Sinclair Dining Room

Thursday night was traditionally guest and staff talent night. Certain guests and staff always performed for this weekly event, like the ukulele strumming butcher who could play a mean “Bye Bye, Black Bird” when he wasn’t talking about his other passion…meat. Harry Pool would recount earlier days when he and Maitre D’ Larry Bottolatta (“Mr. B”) would do an impromptu comedy routine akin to Martin and Lewis..

Harry Pool

Since Mr. Herrman never hired an Athletic Director, I was that too.
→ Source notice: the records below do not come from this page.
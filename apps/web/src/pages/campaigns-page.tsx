// The campaigns the signed-in person belongs to (every campaign for an admin).
import { useQuery } from '@tanstack/react-query';
import { api } from '../lib/api.ts';
import { useMe } from '../lib/session.ts';
import { Notice, Panel, Spinner } from '../components/ui.tsx';

interface CampaignRow {
  id: string;
  name: string;
  structure: string;
  client: string;
  status: string;
  myRole: string;
  updatedAt: string;
}

const statusLabel: Record<string, string> = { planning: 'Planning', testing: 'Testing', analysis: 'Analysis', 'handed-over': 'Handed over' };

export function CampaignsPage() {
  const me = useMe();
  const campaigns = useQuery({ queryKey: ['campaigns'], queryFn: () => api<{ campaigns: CampaignRow[] }>('/campaigns') });

  return (
    <div className="space-y-4">
      <div className="flex items-end justify-between">
        <div>
          <h1 className="text-2xl font-semibold">Campaigns</h1>
          <p className="text-sm text-[var(--muted)]">Test campaigns you take part in, with your role in each.</p>
        </div>
      </div>
      <Panel>
        {campaigns.isPending && <Spinner label="Loading campaigns…" />}
        {campaigns.isError && <Notice tone="error">{campaigns.error.message}</Notice>}
        {campaigns.data && campaigns.data.campaigns.length === 0 && (
          <div className="py-10 text-center" data-testid="campaigns-empty">
            <p className="text-base font-medium">No campaigns yet</p>
            <p className="mx-auto mt-1 max-w-md text-sm text-[var(--muted)]">
              {me.data?.user.role === 'admin'
                ? 'As admin you see every campaign of this instance once one exists.'
                : 'A test lead adds you to a campaign with a role: lead, engineer or viewer. Ask your lead for an invitation.'}
            </p>
          </div>
        )}
        {campaigns.data && campaigns.data.campaigns.length > 0 && (
          <table className="w-full text-sm">
            <thead className="text-left text-xs text-[var(--muted)] uppercase">
              <tr>
                <th className="py-2">Campaign</th>
                <th>Structure</th>
                <th>Client</th>
                <th>Status</th>
                <th>Your role</th>
              </tr>
            </thead>
            <tbody>
              {campaigns.data.campaigns.map((c) => (
                <tr key={c.id} className="border-t border-[var(--line)]">
                  <td className="py-2 font-medium">{c.name}</td>
                  <td>{c.structure}</td>
                  <td>{c.client}</td>
                  <td>{statusLabel[c.status] ?? c.status}</td>
                  <td className="capitalize">{c.myRole}</td>
                </tr>
              ))}
            </tbody>
          </table>
        )}
      </Panel>
    </div>
  );
}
That involved raking and rolling and installing and maintaining the nylon striping hammered into what was left of the two old clay courts and handing out the sports equipment to the guests.

Harry Pool proudly announced his annual salary from the Sinclair of $100 per season. He prided himself on making cash tips at the pool independent of what the hotel offered him. To Harry, every towel, ash tray, chair, chaise and table was potential income for him. He was the Maitre D’ of the Pool deck. You could not sit by the pool without seeing him first. He virtually blocked your path and greeted you with a booming voice that could be heard across the property. “Hello Mr. and Mrs. Zuckerman! Yes it’s me, Harry.! Would you like a table by the shade….or no, you’re the sun lovers! I’ll save a place for you here through Sunday and you can see me before you leave…”

The Sinclair Pool, including its tables and chairs and chaise lounges and towels were all free of charge from the hotel, but not to Harry. He was going to provide you with a service of finding you a place to sit, like it or not…That was his business.

After breakfast I would go out to the pool and first dive in and remove the webbed chairs and the Life guard off duty sign that the wait staff and bellmen threw into the pool almost every night. I would then sweep the bottom of the pool and check the filter room, chlorine levels, etc. The Sinclair advertised a “heated pool”. However, the pool did not have its own heater. A pipe leading from the hotel’s hot water boiler could be turned on to add warm water to the frigid waters coming from the reservoir and chilling in the night air. With Mr. .Herrman’s permission I could add hot water to the pool. It was important to remember to turn it off after a while or you could drain the entire hotel of its hot water supply….which happened occasionally.